As it is, the kaleidoscope of conflicting perspectives is complex enough to confound even the knowledgeable. For example, when you depreciate different components of an asset over varying useful lives and at different rates as mandated by the International Financial Reporting Standards (IFRS), as opposed to applying a single rate for the entire asset as is done today, will the depreciation load rise or decline? You have freehold land and haven't decided if it is for real estate development or your own office building is the land, then, an asset or an investment? If preference capital is to be treated as a loan, then is the dividend actually interest'?
Questions, hundreds of them, answers to which is more a matter of opinion than an established principle, are buzzing around the Indian accounting profession.
Yet, these appear mere pinpricks when you compared with the problems thrown up by aspects of taxation policy and the companies law.
At a seminar on IFRS organised here by the Confederation of Indian Industry, experts rued that the authorities were yet to come out with a fundamental guideline as to whether from April 1 next year, the taxable profits will be computed according to existing Indian accounting standards or IFRS.
A committee has been formed comprising members from the Central Board of Direct Taxes and the Institute of Chartered Accountants of India. The committee will presumably first look into revenue implications for the Government rather than extend help to the corporate sector.
Beyond that nobody knows how the taxation regime will pan out I the IFRS era. The predominant view is that since only about a thousand companies will mandatorily migrate to IFRS on April 1 (see table), the Government will continue with the Indian GAAP (Generally Accepted Accounting Principles) for computing taxable profits.
If it is to be Indian standards for tax computation and IFRS for compliance with corporate legislation, it will be tough on accountants who will have to keep two separate books of accounts.
Yet, experts point out, it is not as simple as that. The Income-Tax Department being no spring chicken, the principal alarm in the corporate world is that the taxman will choose what suits him best, from Indian standards and IFRS, and you will end up with the worst of both worlds.

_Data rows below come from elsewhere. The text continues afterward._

package ingest

import (
	"bytes"
	"encoding/csv"
	"fmt"
	"io"
	"strconv"
	"testing"
)

// benchText is a plain sweep: comma, three columns, a header.
func benchText(points int) []byte {
	var b bytes.Buffer
	b.WriteString("Frequency (Hz),|Z| (Ohm),Phase (deg)\n")
	for i := range points {
		f := 100 + 137.25*float64(i)
		fmt.Fprintf(&b, "%.7g,%.6g,%.5g\n", f, 1e5/f+0.0213, -89.9+float64(i%800)/10)
	}
	return b.Bytes()
}

// BenchmarkRead compares reading a sweep (with recognition, SHA-256, conversion
// to Z and sorting) with the least that a reader of such a file must do:
// encoding/csv and three ParseFloat a row.
func BenchmarkRead(b *testing.B) {
	for _, points := range []int{201, 1601, 20001} {
		data := benchText(points)
		b.Run(fmt.Sprintf("ingest/%d", points), func(b *testing.B) {
			b.ReportAllocs()
			b.SetBytes(int64(len(data)))
			for b.Loop() {
				s, err := Read("a.csv", bytes.NewReader(data), nil)
				if err != nil || len(s[0].Freq) != points {
					b.Fatal(err)
				}
			}
		})
		b.Run(fmt.Sprintf("csv/%d", points), func(b *testing.B) {
			b.ReportAllocs()
			b.SetBytes(int64(len(data)))
			for b.Loop() {
				n := 0
				r := csv.NewReader(bytes.NewReader(data))
				r.ReuseRecord = true
				var v [3][]float64
				for {
					rec, err := r.Read()
					if err == io.EOF {
						break
					}
					if err != nil {
						b.Fatal(err)
					}
					if n++; n == 1 {
						continue
					}
					for i := range v {
						f, err := strconv.ParseFloat(rec[i], 64)
						if err != nil {
							b.Fatal(err)
						}
						v[i] = append(v[i], f)
					}
				}
				if len(v[0]) != points {
					b.Fatal(len(v[0]))
				}
			}
		})
	}
}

A senior finance professional puts this succinctly: What is not income' today will become income', what is expenditure' will not be treated as expenditure.
For instance, under IFRS, preference capital is treated as a loan and you will charge preference dividend to Profit and Loss account, but the I-T Department will not let you call it expenditure'.
If you fair value' an asset (as opposed to the conservative cost method') and sell it, what will be the basis for calculating capital gains?
If you fair value your property, will the local municipal authorities not ask you to pay property tax on the basis of your own valuation?
Unless the haze of taxation clears first, there is bound to be chaos in the marketplace.
Equally, the lack of alignment between the Companies law and IFRS has left the accountants nonplussed.
The familiar Schedule VI in which we are all used to reading the balance sheets will be (or ought to be) a relic in a few years because the format of presentation of the balance sheet under IFRS would be in according to a different prescription.
But the Companies Act will need to be amended to make way for a smarter presentation of financial statements than Schedule VI.
Leave aside the disconcerting fact that an overhaul of the Companies Act has been pending for nearly a decade and several avatars of the Companies Bill have come, and gone.
The current Bill does not seem to be in alignment with IFRS. Schedule VI is one example, but there are other issues, such as the classification of current and non-current assets.
Amid all this confusion, there seems to be one hope in the corporate world: That like the Companies Bill, the Direct Taxes Code, and a whole lot of other things, IFRS implementation will also get put off to a later date.